We have been using the split read methodology quite a bit with MOSAIK.

We have a new version out that makes this available to the masses. In addition to MOSAIK, we used some external code for our split-read alignments.

Briefly, our process is as follows:

1. Align the reads against a reference sequence, but remember to store the unaligned reads (-rur parameter).

e.g. "-rur ChrX_unaligned.fq" will store the unaligned reads in the specified fastq file.

2. Build a new read archive using the unaligned reads from step 1.

3. We align the reads as normal, but instead of requiring the entire read to align, we specify that we want to align at least X bp of a read (-min X).

Normally, MOSAIK will count the unaligned portions of the read as mismatches. In this case, this is not what we want - so we deactivate that using the -mmal parameter.

e.g. If I wanted to align at least 32 bp of a read, I would add "-min 32 -mmal" to my MosaikAligner command line.
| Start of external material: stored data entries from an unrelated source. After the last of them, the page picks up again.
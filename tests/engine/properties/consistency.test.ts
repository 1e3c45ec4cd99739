import { describe, expect, it } from 'vitest';
import { findSubstance, listSubstances } from '../../../src/engine/properties/index';
import type { PropertyId, State, StateInputs } from '../../../src/engine/properties/types';

/** A state that a test asks for; one that is refused is a mistake of the test. */
function state(substance: string, inputs: StateInputs): State {
  const outcome = findSubstance(substance)!.state(inputs);
  if (!outcome.ok) throw new Error(`${substance} ${JSON.stringify(inputs)}: ${outcome.error.message}`);
  return outcome.value;
}
const at = (substance: string, T: number, p: number, property: PropertyId, phase?: StateInputs['phase']): number =>
  state(substance, { T, p, ...(phase === undefined ? {} : { phase }) }).values[property]!;

/** Derivative by differences of the fourth order, since close to the critical point those of the second are too coarse. */
function slope(f: (x: number) => number, x: number): number {
  const d = 1e-4 * x;
  return (8 * (f(x + d) - f(x - d)) - (f(x + 2 * d) - f(x - 2 * d))) / (12 * d);
}

/** Points of one phase: liquids, gases, dense and supercritical states, all regions of water. */
const points: readonly (readonly [substance: string, T: number, p: number])[] = [
  ['water', 300, 1e5],
  ['water', 350, 50e6],
  ['water', 500, 1e5],
  ['water', 700, 10e6],
  ['water', 650, 30e6],
  ['water', 640, 22e6],
  ['water', 1500, 1e6],
  ['air', 300, 1e5],
  ['air', 1200, 20e6],
  ['air', 140, 6e6],
  ['N2', 100, 5e6],
  ['N2', 300, 50e6],
  ['O2', 250, 1e6],
  ['Ar', 400, 10e6],
  ['CO2', 250, 5e6],
  ['CO2', 320, 10e6],
  ['CO2', 600, 1e6],
  ['He', 10, 1e5],
  ['He', 300, 5e6],
  ['H2', 20, 1e6],
  ['H2', 300, 10e6],
  ['CH4', 120, 5e6],
  ['CH4', 300, 3e6],
  ['NH3', 260, 1e6],
  ['NH3', 450, 15e6],
  ['R134a', 280, 1e6],
  ['R134a', 350, 5e5],
  ['propane', 300, 5e6],
  ['n-butane', 400, 5e5],
  ['isobutane', 300, 1e6],
  ['R32', 300, 5e6],
  ['R1234yf', 300, 2e6],
  ['R245fa', 400, 2e5],
];

describe('thermodynamic consistency', () => {
  it.each(points)('%s at %d K and %d Pa: h, s, rho, cp, w and beta belong to one surface', (substance, T, p) => {
    const { h, s, rho, cp, cv, w, beta, v, u } = state(substance, { T, p }).values as Record<PropertyId, number>;
    const slopeT = (property: PropertyId) => slope((x) => at(substance, x, p, property), T);
    const slopeP = (property: PropertyId) => slope((x) => at(substance, T, x, property), p);
    expect(slopeT('h') / cp).toBeCloseTo(1, 6);
    expect((slopeT('s') * T) / cp).toBeCloseTo(1, 6);
    // Liquids near their density maximum expand hardly: compared with 1/T, which is the gas's.
    expect(Math.abs(-slopeT('rho') / rho - beta) * T).toBeLessThan(1e-5);
    // Maxwell: (∂s/∂p)_T = −(∂v/∂T)_p. The difference of entropies of a liquid is small: absolute in R.
    expect(Math.abs(slopeP('s') * rho + beta) * T).toBeLessThan(3e-5);
    // Mayer's relation in its general form: cp − cv = T·v·β²/κ, and w² = v·(cp/cv)/κ.
    const kappa = slopeP('rho') / rho;
    expect((cp - cv) / cp).toBeCloseTo((T * v * beta * beta) / kappa / cp, 4);
    expect((w * w * kappa * cv * rho) / cp).toBeCloseTo(1, 4);
    expect(u + p * v).toBeCloseTo(h, 3);
    expect(Number.isFinite(s)).toBe(true);
  });

  it.each(points)('%s at %d K and %d Pa comes back from (p,h), (p,s) and (T,rho)', (substance, T, p) => {
    const { h, s, rho } = state(substance, { T, p }).values as Record<PropertyId, number>;
    const byEnthalpy = state(substance, { p, h });
    expect(byEnthalpy.values.T! / T).toBeCloseTo(1, 9);
    expect(byEnthalpy.values.h! - h).toBeCloseTo(0, 3);
    expect(state(substance, { p, s }).values.T! / T).toBeCloseTo(1, 9);
    expect(state(substance, { T, rho }).values.p! / p).toBeCloseTo(1, substance === 'water' ? 8 : 6);
  });
});

describe('borders of the regions of R7-97', () => {
  const step = 1e-6;
  it.each([
    // Allowances of the release for the borders (R7-97, section 2): v 0.02 %, h 0.2 kJ/kg, cp 1 %.
    ['1 and 3', 623.15, 30e6],
    ['1 and 3', 623.15, 90e6],
    ['2 and 3', 863.15, 99e6],
    ['2 and 5', 1073.15, 1e6],
    ['2 and 5', 1073.15, 40e6],
  ])('regions %s at %d K, %d Pa', (_regions, T, p) => {
    const below = (property: PropertyId) => at('water', T - step, p, property);
    const above = (property: PropertyId) => at('water', T + step, p, property);
    expect(Math.abs(above('rho') / below('rho') - 1)).toBeLessThan(2e-4);
    expect(Math.abs(above('h') - below('h'))).toBeLessThan(200);
    expect(Math.abs(above('cp') / below('cp') - 1)).toBeLessThan(0.01);
    expect(Math.abs(above('k') / below('k') - 1)).toBeLessThan(0.01);
  });
});

describe('two phases', () => {
  it.each(['water', 'CO2', 'NH3', 'R134a', 'propane'])('%s mixes by mass and comes back', (substance) => {
    const p = 1e6;
    const pair = findSubstance(substance)!.saturation!({ p });
    if (!pair.ok) throw new Error(pair.error.message);
    const { liquid, vapour, h_fg } = pair.value;
    const mixed = state(substance, { p, x: 0.3 });
    expect(mixed.phase).toBe('two-phase');
    expect(mixed.values.h).toBeCloseTo(0.7 * liquid.values.h! + 0.3 * vapour.values.h!, 4);
    expect(vapour.values.h! - liquid.values.h!).toBeCloseTo(h_fg, 6);
    expect(mixed.missing.cp?.code).toBe('TWO_PHASE_PROPERTY');
    expect(state(substance, { p, h: mixed.values.h! }).values.x).toBeCloseTo(0.3, 9);
    expect(state(substance, { p, s: mixed.values.s! }).values.x).toBeCloseTo(0.3, 9);
    expect(state(substance, { T: mixed.values.T!, rho: mixed.values.rho! }).values.x).toBeCloseTo(0.3, 7);
  });
});

describe('every substance', () => {
  const substances = listSubstances();
  it('is found by its id, its name and every alias', () => {
    for (const substance of substances)
      for (const word of [substance.id, substance.name]) expect(findSubstance(word)?.id).toBe(substance.id);
    expect(findSubstance('STEAM')?.id).toBe('water');
    expect(new Set(substances.map(({ id }) => id)).size).toBe(substances.length);
  });

  it.each(substances.map((substance) => [substance.id, substance] as const))(
    '%s says its sources and range, and is positive in the middle of it',
    (_id, substance) => {
      expect(substance.sources.length).toBeGreaterThan(0);
      expect(substance.range).toMatch(/°C/);
      const [low, high] = substance.limits.T;
      // The geometric middle: of gases a temperature well above the critical one, of others one between their ends.
      const inputs: StateInputs = { T: Math.sqrt(low * high) };
      if (substance.inputs.some((pair) => pair.includes('massFraction'))) inputs.massFraction = 0.1;
      if (substance.id === 'moist_air') inputs.W = 0.001;
      inputs.p = 1e5;
      const outcome = substance.state(inputs);
      if (!outcome.ok) throw new Error(outcome.error.message);
      for (const property of ['rho', 'cp', 'k', 'mu', 'Pr', 'w', 'cv'] as const) {
        const value = outcome.value.values[property];
        if (value !== undefined) expect(value, property).toBeGreaterThan(0);
      }
    },
  );
});

describe('density maximum of water', () => {
  it('lies at 3.98 °C at 1 atm (Kell, J. Chem. Eng. Data 20 (1975) 97), where beta changes its sign', () => {
    expect(at('water', 273.15 + 3.9, 101325, 'beta')).toBeLessThan(0);
    expect(at('water', 273.15 + 4.1, 101325, 'beta')).toBeGreaterThan(0);
  });
});
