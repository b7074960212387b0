package afqmc_test

import (
	"context"
	"math"
	"os"
	"path/filepath"
	"testing"

	"gonum.org/v1/gonum/mat"

	"leadline/afqmc"
	"leadline/hamiltonian"
	"leadline/hamiltonian/fcidump"
	"leadline/hamiltonian/meanfield"
	"leadline/trial"
	"leadline/trial/determinant"
)

func load(t testing.TB, name string) *hamiltonian.Hamiltonian {
	t.Helper()
	file, err := os.Open(filepath.Join("..", "testdata", "integrals", name+".fcidump"))
	if err != nil {
		t.Fatal(err)
	}
	defer file.Close()
	integrals, err := fcidump.Read(context.Background(), file, name, nil)
	if err != nil {
		t.Fatal(err)
	}
	h, _, err := integrals.Hamiltonian(context.Background(), 1e-9)
	if err != nil {
		t.Fatal(err)
	}
	return h
}

func solve(t testing.TB, h *hamiltonian.Hamiltonian, kind meanfield.Kind) *meanfield.Solution {
	t.Helper()
	s, err := meanfield.Solve(context.Background(), h, kind, meanfield.Options{})
	if err != nil {
		t.Fatal(err)
	}
	return s
}

func columns(s *meanfield.Solution) trial.Orbitals {
	up := s.Occupied(hamiltonian.Up)
	down := up
	if s.Kind != meanfield.RHF {
		down = s.Occupied(hamiltonian.Down)
	}
	return trial.Orbitals{Re: [2]*mat.Dense{up, down}}
}

// guided returns a guide of the given mean field and the spin-pure start.
func guided(t testing.TB, h *hamiltonian.Hamiltonian, kind meanfield.Kind) (*trial.Guide, trial.Orbitals) {
	t.Helper()
	pure := meanfield.RHF
	if h.Up != h.Down {
		pure = meanfield.ROHF
	}
	start := columns(solve(t, h, pure))
	orbitals := start
	if kind == meanfield.UHF {
		orbitals = columns(solve(t, h, kind))
	}
	source, err := determinant.New(h.Orbitals, orbitals)
	if err != nil {
		t.Fatal(err)
	}
	guide, err := trial.NewGuide(h, source, 1<<30)
	if err != nil {
		t.Fatal(err)
	}
	return guide, start
}

// TestEnergies compares runs with those of an independent implementation of the
// same method (same constraint, bound, cap, start and time step): within three
// combined standard errors and 0.3 millihartree, twice that where the local
// energies of an RHF trial have a heavy tail.
func TestEnergies(t *testing.T) {
	for _, c := range []struct {
		name          string
		kind          meanfield.Kind
		energy, error float64 // independent run, error in millihartree
		allowance     float64
		long          bool
		length        float64
		walkers       int
	}{
		{"H2_sto6g_R1.4", meanfield.RHF, -1.14594, 0.31, 1, false, 25, 400},
		{"H4_chain_R1.8_sto6g", meanfield.RHF, -2.18781, 0.64, 1, true, 120, 400},
		{"H6_ring_R1.8_sto6g", meanfield.RHF, -3.25680, 0.57, 1, true, 40, 400},
		{"H6_ring_R2.8_sto6g", meanfield.RHF, -3.01432, 3.83, 2, true, 200, 800},
		{"H6_ring_R2.8_sto6g", meanfield.UHF, -3.04586, 0.58, 1, false, 30, 400},
		{"H8_chain_R1.8_sto6g", meanfield.RHF, -4.33728, 1.06, 2, true, 80, 400},
		{"H8_chain_R1.8_sto6g", meanfield.UHF, -4.34287, 1.02, 1, true, 80, 400},
		{"H10_chain_R1.8_sto6g", meanfield.UHF, -5.42070, 0.61, 1, true, 80, 400},
		{"H4_square2.4b_sto6g", meanfield.UHF, -1.98373, 0.40, 1, false, 40, 400},
	} {
		t.Run(c.name+" "+c.kind.String(), func(t *testing.T) {
			if c.long && os.Getenv("LEADLINE_LONG") == "" {
				t.Skip("set LEADLINE_LONG=1 for the long rows")
			}
			if testing.Short() {
				t.Skip("statistical")
			}
			h := load(t, c.name)
			guide, start := guided(t, h, c.kind)
			r, err := afqmc.Run(context.Background(), guide, start, afqmc.Options{
				TimeStep: 0.01, Walkers: c.walkers, Equilibration: 8, Length: c.length, Seed: 1, Cores: 2,
			}, nil)
			if err != nil {
				t.Fatal(err)
			}
			e, sigma := r.Energy.Mean, r.Energy.Error
			deviation := 1e3 * (e - c.energy)
			allowed := c.allowance * (3*math.Hypot(1e3*sigma, c.error) + 0.3)
			t.Logf("E = %.5f(%.2f mEh), independent %.5f(%.2f), deviation %+.2f of %.2f mEh allowed", e, 1e3*sigma, c.energy, c.error, deviation, allowed)
			for _, w := range r.Warnings {
				t.Logf("%s %s: %s", w.Level, w.Check, w.Text)
			}
			if sigma > 1e-3 {
				t.Errorf("error %.2f mEh, expected at most 1", 1e3*sigma)
			}
			if math.Abs(deviation) > allowed {
				t.Errorf("deviation %+.2f mEh, allowed %.2f", deviation, allowed)
			}
		})
	}
}

// TestAgainstFullCI: molecules and atoms of closed and open shell, energies
// within 5 millihartree of full CI (string CI of an independent code over the
// same integral files); N2 at 1.6 Å, beyond one determinant, is only reported.
func TestAgainstFullCI(t *testing.T) {
	for _, c := range []struct {
		name    string
		kind    meanfield.Kind
		exact   float64
		bound   float64 // millihartree; 0: report
		walkers int
		length  float64
		long    bool
	}{
		{"LiH_1.6A_sto6g", meanfield.UHF, -7.972249851361, 5, 200, 20, false},
		{"Be_ccpvdz", meanfield.UHF, -14.617409506554, 5, 400, 60, true},
		{"H2O_sto3g_testgeom", meanfield.UHF, -75.012980198443, 5, 400, 60, true},
		{"N_631g_quartet", meanfield.UHF, -54.419939662414, 5, 400, 40, true},
		{"H5_chain_R1.8_sto6g_doublet", meanfield.UHF, -2.677036500885, 5, 400, 40, true},
		{"N2_1.6A_sto6g", meanfield.UHF, -108.597095443637, 0, 400, 40, true},
	} {
		t.Run(c.name, func(t *testing.T) {
			if testing.Short() {
				t.Skip("statistical")
			}
			if c.long && os.Getenv("LEADLINE_LONG") == "" {
				t.Skip("set LEADLINE_LONG=1 for the long rows")
			}
			guide, start := guided(t, load(t, c.name), c.kind)
			r, err := afqmc.Run(context.Background(), guide, start, afqmc.Options{
				TimeStep: 0.01, Walkers: c.walkers, Equilibration: 6, Length: c.length, Seed: 2, Cores: 2,
			}, nil)
			if err != nil {
				t.Fatal(err)
			}
			deviation := 1e3 * (r.Energy.Mean - c.exact)
			t.Logf("E = %.5f(%.2f mEh), full CI %.5f, deviation %+.2f mEh", r.Energy.Mean, 1e3*r.Energy.Error, c.exact, deviation)
			for _, w := range r.Warnings {
				t.Logf("%s %s: %s", w.Level, w.Check, w.Text)
			}
			if c.bound > 0 && math.Abs(deviation) > c.bound {
				t.Errorf("deviation %+.2f mEh, expected at most %g", deviation, c.bound)
			}
		})
	}
}
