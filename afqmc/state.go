package afqmc

import (
	"math"

	"leadline/trial"
)

// State is everything that a projection carries from step to step: one value,
// all fields exported, so that it can be written and read back.
type State struct {
	// Step counts the steps done.
	Step int
	// Columns holds the walkers' columns; see [trial.Walkers].
	Columns []float64
	// Weight holds W, one per walker; their mean is 1 after population control.
	Weight []float64
	// Overlap holds ⟨Ψ_T|φ⟩, one per walker.
	Overlap []trial.Overlap
	// Fields holds ⟨v_g⟩: 2·ng numbers per walker, real parts then imaginary parts.
	Fields []float64
	// TrialEnergy is E_T.
	TrialEnergy float64
	// ReferenceEnergy is the running mixed energy that the cap is centred on and
	// that E_T follows.
	ReferenceEnergy float64
	// LogGrowth is the logarithm of all factors taken out of the weights by
	// population control.
	LogGrowth float64
	// GrowthReference is LogGrowth + ln(mean weight) at the last measurement.
	GrowthReference float64
	// GrowthTime is the integral of E_T over imaginary time since then.
	GrowthTime float64
	// Counters since the last measurement and over the run.
	Interval, Total Counters
	// Checks are extremes over the run.
	Checks Checks
}

// Counters count events of walker-steps.
type Counters struct {
	Steps   int64   // walker-steps of living walkers
	Capped  int64   // hybrid energy out of bounds
	Bounded int64   // some force-bias component bounded
	Killed  int64   // cos arg R ≤ 0
	Phase   float64 // Σ (arg R)²
	// Efficiency sums (ΣW)²/(n ΣW²) over population controls.
	Efficiency float64
	Controls   int64
}

func (c *Counters) add(d Counters) {
	c.Steps += d.Steps
	c.Capped += d.Capped
	c.Bounded += d.Bounded
	c.Killed += d.Killed
	c.Phase += d.Phase
	c.Efficiency += d.Efficiency
	c.Controls += d.Controls
}

// Checks are extremes over the run.
type Checks struct {
	// OverlapDeviation is the largest |O_stored/O − 1| met after
	// re-orthogonalisation and population control.
	OverlapDeviation float64
}

// totalWeight returns ΣW and ΣW².
func (s *State) totalWeight() (sum, square float64) {
	for _, w := range s.Weight {
		sum += w
		square += w * w
	}
	return sum, square
}

// logNorm returns the logarithm of the norm of the projected state so far.
func (s *State) logNorm() float64 {
	sum, _ := s.totalWeight()
	return s.LogGrowth + math.Log(sum/float64(len(s.Weight)))
}
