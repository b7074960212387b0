package afqmc

import (
	"sync"
	"sync/atomic"
)

// crew is a fixed set of goroutines, each with a work area of its own, that
// share the pieces of one task at a time. Which goroutine takes which piece is
// left open, so a piece's result must not depend on the area's past content.
type crew struct {
	own   *workspace
	tasks chan struct{}
	done  sync.WaitGroup
	next  atomic.Int64
	count int
	work  func(ws *workspace, piece int)
}

// newCrew starts size−1 goroutines; the caller of run is the last worker.
func newCrew(size int, area func() *workspace) *crew {
	c := &crew{own: area(), tasks: make(chan struct{})}
	for range size - 1 {
		ws := area()
		go func() {
			for range c.tasks {
				c.share(ws)
				c.done.Done()
			}
		}()
	}
	c.count = size
	return c
}

// run does pieces 0 … pieces−1 and returns when all are done.
func (c *crew) run(pieces int, work func(ws *workspace, piece int)) {
	c.work = work
	c.next.Store(int64(pieces))
	helpers := min(c.count, pieces) - 1
	c.done.Add(max(0, helpers))
	for range helpers {
		c.tasks <- struct{}{}
	}
	c.share(c.own)
	c.done.Wait()
}

func (c *crew) share(ws *workspace) {
	for {
		piece := c.next.Add(-1)
		if piece < 0 {
			return
		}
		c.work(ws, int(piece))
	}
}

func (c *crew) close() { close(c.tasks) }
These reads didn't align to the reference for a reason. One of those reasons will be because they align to a non-contiguous span. A good example of this is aligning to the end of one exon to the beginning of another exon.

3. Using some in-house programs, we take those alignments, trim off the parts that aligned, create a new read archive, and align the reads yet again.

You can easily do something similar with the MosaikTools C++ or Perl API. Or you could export the reads into some other format and work from there.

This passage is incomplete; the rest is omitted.